# Pan-UKBB Docs Summary (Local Snapshot)
This summary distills the key items from `docs/pan-ukbb/*.md` that matter for LDSC workflows and performance testing.
## Data Releases and Where They Live
- Per-phenotype flat files: one `tsv.bgz` per phenotype, indexed, for single-phenotype analysis. The phenotype manifest lists file paths.
- Hail format: full MatrixTable and meta-analysis datasets on GCS/S3 for large-scale analysis.
- LD scores: LDSC-compatible flat files (`.l2.ldscore.gz` and `.M_5_50`) available as `UKBB.ALL.ldscore.tar.gz` on AWS.
- LD matrices: Hail BlockMatrix format on AWS for large-scale LD analysis.
- Heritability results: available as flat files and in Hail; phenotype and heritability manifests enumerate results.
- Phenotype correlation matrix: available as a flat file on AWS.
## Per-Phenotype File Format (Important for LDSC)
- Format: `tsv.bgz` (bgzip). Use `zcat`/`bgzip` or pandas/gzip to read.
- Variant fields: `chr`, `pos`, `ref`, `alt` (GRCh37). `alt` is the effect allele.
- Meta-analysis fields include `beta_meta`, `se_meta`, and p-value fields.
- Population-specific fields also include per-ancestry effect size and p-values.
## P-Value Encoding (Critical)
The docs contain a discrepancy:
- `downloads.md` says p-values are stored as **natural log p-values** (`ln P`).
- `per-phenotype-files.md` says p-values are stored as **-log10 p-values**, and lists fields like `neglog10_pval_meta` and `neglog10_pval_{pop}`.
Action: always **inspect the actual column names** in your downloaded file to decide how to transform to raw P for LDSC.
## LD Scores and Matrices (for LDSC)
- LD scores were computed in-sample per ancestry group.
- LD matrix window: 10 Mb; LD score window: 1 Mb.
- Variant filters for LDSC flat files: high-quality HapMap3 variants, autosomes, not in MHC, biallelic SNPs, INFO > 0.9, MAF > 1% in UKB and gnomAD.
- Covariate-adjusted LD scores (age, sex, age*sex, age^2, age^2*sex, first 10 PCs).
## Quality Control Highlights
- Variant QC uses INFO > 0.8 and MAC > 20 per population in LD computation.
- Variants are compared to gnomAD frequencies; discrepant variants are flagged in QC metrics.
- QC flags exist in the phenotype/heritability manifests to filter unreliable traits or ancestry-trait pairs.

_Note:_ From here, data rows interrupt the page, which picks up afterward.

"""Solver outcomes reported as what they are, when the solve loop cannot finish normally.

- Time limit before the dead-band passes converge: the best allocation of the passes so far
  that the independent recalculation (verify/breaks.py) finds meeting every limit is kept,
  with status "time_limit". A pass that has not converged is not checked against the
  optimiser's own figures (they rest on a guess the pass did not settle), only against the
  limits themselves.
- Time limit before any pass gave such an allocation: NoAllocationYet (exit code 4).
- HiGHS failing in a later pass (error, out of memory, ...): SolverError with HiGHS's status,
  never a verification disagreement.
"""

from __future__ import annotations

import numpy as np

from optreserve.errors import SolverError
from optreserve.model.nadir import nadir_shortfall
from optreserve.solver.readback import exact_points, period_values
from optreserve.verify.breaks import what_breaks

# HiGHS statuses that mean the time ran out (not a failure of the solver)
TIME_STATUSES = ("time_limit", "no_solution")


class NoAllocationYet(SolverError):
    """The time limit came before any allocation meeting every limit was found (exit 4)."""

    exit_code = 4

    @classmethod
    def within(cls, time_limit: float | None, detail: str = "") -> NoAllocationYet:
        limit = f" of {time_limit:g} s" if time_limit is not None else ""
        why = f" ({detail})" if detail else ""
        return cls(f"no allocation yet: the time limit{limit} came before any allocation met "
                   f"every limit{why}; raise --time-limit")


def failed_pass(out, pass_no: int) -> SolverError:
    """HiGHS stopped in a later dead-band pass for a reason other than time."""
    return SolverError(f"HiGHS failed in dead-band pass {pass_no} ({out.status}: "
                       f"{out.message})".rstrip())


def best_verified(case, history, time_limit):
    """(lp, info, out, points) of the cheapest pass in history whose allocation meets every
    limit by the independent recalculation; out.status becomes "time_limit". Raises
    NoAllocationYet when there is none."""
    best = None
    for lp, info, out in history:
        if out.x is None:
            continue
        gain, r_up, r_dn = period_values(lp, info, out.x)
        points = exact_points(info, lp, out.x)
        nadir = (nadir_shortfall(case, info.hz, r_up, r_dn)
                 if case.limits.max_nadir_deviation_hz is not None else None)
        if len(what_breaks(case, info.hz, gain, r_up, r_dn, info.F_model, nadir, points)):
            continue
        cost = float(lp.objective(out.x))
        if best is None or cost < best[0]:
            best = (cost, lp, info, out, points)
    if best is None:
        raise NoAllocationYet.within(time_limit)
    _, lp, info, out, points = best
    out.status = "time_limit"
    return lp, info, out, points


def converged(info, points, tol_hz: float) -> bool:
    """Whether the pass's settled guess is the exact deviation (the model's figures hold)."""
    exact = np.abs(points.deviation_hz)
    live = info.hz.dP > 0
    return bool(np.all(np.abs(exact - info.x_hat)[live] <= tol_hz))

## Practical Consequences for LDSC
- Use `UKBB.<POP>.rsid.l2.ldscore.gz` if your sumstats use rsids; otherwise use the non-rsid LD scores with `chr:pos:ref:alt` IDs.
- For LDMS partitioned scores, use `UKBB.<POP>.8LDMS.*` or `25LDMS.*` as `--ref-ld` and keep `--w-ld` on the base (single-column) LD score.
- Convert the log p-values from Pan-UKBB to raw P before running LDSC.